According to one embodiment, this device also comprises a chromatic compensation device which is arranged between the mirrors and the object and image positions, this device being for example constituted by a parallel flat plate normally mounted on the optical axis of the mirrors. Preferably, one of the faces of the parallel flat plate is aspherical, or the plate consists of a meniscus element mounted normally with respect to the optical axis of the mirrors.
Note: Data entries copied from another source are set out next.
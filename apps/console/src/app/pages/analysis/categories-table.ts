import { DecimalPipe } from '@angular/common';
import { ChangeDetectionStrategy, Component, input } from '@angular/core';
import { standsOut, type AnalysisResult } from '@tallyfit/engine';
import { formatP } from '../../core/format/p-value';

/** Each category's observed and expected counts, share, residuals, adjusted p and interval, marked where it stands out. */
@Component({
  selector: 'tf-categories-table',
  imports: [DecimalPipe],
  templateUrl: './categories-table.html',
  styleUrl: './categories-table.scss',
  changeDetection: ChangeDetectionStrategy.OnPush,
})
export class CategoriesTable {
  readonly result = input.required<AnalysisResult>();
  /** the engine's rule, the same one its write-up uses for the categories that drive a difference */
  protected readonly standsOut = standsOut;
  protected readonly formatP = formatP;

  protected adjustWord(adjust: AnalysisResult['posthoc']['adjust']): string {
    return { holm: 'Holm-adjusted', bonferroni: 'Bonferroni-adjusted', none: 'unadjusted' }[adjust];
  }
}
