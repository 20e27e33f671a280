import { analyze } from '@tallyfit/engine';
import type { ChartColours } from '../../shared/charts/theme-colours';
import { residualsChartOptions, RESIDUAL_GUIDE, sharesChartOptions } from './chart-options';

const colours: ChartColours = { primary: '#123', tertiary: '#456', text: '#000', grid: '#ccc', surface: '#fff' };
const result = analyze({ observed: { labels: ['a', 'b', 'c'], counts: [30, 50, 20] }, hypothesis: { kind: 'equal' } });

type Series = { name: string; type: string; data: unknown[]; markLine?: { data: { xAxis: number }[] } };

describe('sharesChartOptions', () => {
  const options = sharesChartOptions(result.categories, '95% Wilson interval', colours) as { series: Series[]; aria: unknown };

  it('draws observed shares as bars, intervals as whiskers and expected shares as diamonds', () => {
    expect(options.series.map((series) => [series.name, series.type])).toEqual([
      ['Observed share', 'bar'],
      ['95% Wilson interval', 'custom'],
      ['Expected share', 'scatter'],
    ]);
    expect(options.series[0].data).toEqual([0.3, 0.5, 0.2]);
    expect(options.series[2].data).toEqual(result.categories.map((row) => row.expectedShare));
    expect(options.series[1].data[1]).toEqual([1, result.categories[1].interval.low, result.categories[1].interval.high]);
  });

  it('turns on patterns so the chart reads without colour', () => {
    expect(options.aria).toEqual({ enabled: true, decal: { show: true } });
  });
});

describe('residualsChartOptions', () => {
  const options = residualsChartOptions(result.categories, colours) as { series: Series[]; xAxis: { min: number; max: number } };

  it('plots each category’s adjusted residual with guide lines at ±1.96', () => {
    const bars = options.series[0];
    expect((bars.data as { value: number }[]).map((item) => item.value)).toEqual(result.categories.map((row) => row.adjustedResidual));
    expect(bars.markLine?.data).toEqual([{ xAxis: -RESIDUAL_GUIDE }, { xAxis: RESIDUAL_GUIDE }]);
  });

  it('keeps the axis symmetric and wide enough for the largest residual', () => {
    const largest = Math.max(...result.categories.map((row) => Math.abs(row.adjustedResidual)));
    expect(options.xAxis.max).toBe(-options.xAxis.min);
    expect(options.xAxis.max).toBeGreaterThanOrEqual(largest);
  });
});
According to another embodiment, the concave and convex mirrors are arranged so that their centers of curvature are separated by a distance at least approximately equal to 2% of the length of the shortest radius, these mirrors being placed in such a way we observe three reflections on the concave mirror and two reflections on the convex mirror. According to one embodiment, this optical system comprises a first half and a second half which each comprise a unit power optical system comprising an optical axis and having substantially normal conjugate planes with respect to this axis. The two halves are arranged coaxially back to back so that their overlapping planes are superimposed on at least one side of the optical system so as to form an intermediate image position, and arranged so as to produce object and image positions distinct from the other side of the optical system. In this embodiment, each half of the optical system comprises a meniscus element arranged symmetrically and substantially concentric, the convex radius of which is greater than the concave radius and the thickness of which is greater than the difference between the concave and convex rays, as well as at least a color correction element.

According to one embodiment, each optical system with unit power comprises a concave spherical mirror and a convex spherical mirror arranged opposite the concave mirror.

said mirrors being arranged so that their centers of curvature substantially coincide. Means are provided for defining a position for an object in such a way that its image is real in a second position, said convex mirror being arranged so as to reflect on the concave mirror the light coming from the object initially reflected towards the mirror. convex by the concave mirror, the light coming from the object being reflected at least twice on the concave mirror and at least once on the convex mirror before being focused in the image plane. The small aberrations which appear following a defect in the concentricity of the meniscus are compensated for by the introduction of a reduced defect in the concentricity of the pair of mirrors. That is to say, in each half of the optical system, the concave and convex mirrors are arranged in such a way that their centers of curvature are distant by a length less than 2% of the length of the shortest ray.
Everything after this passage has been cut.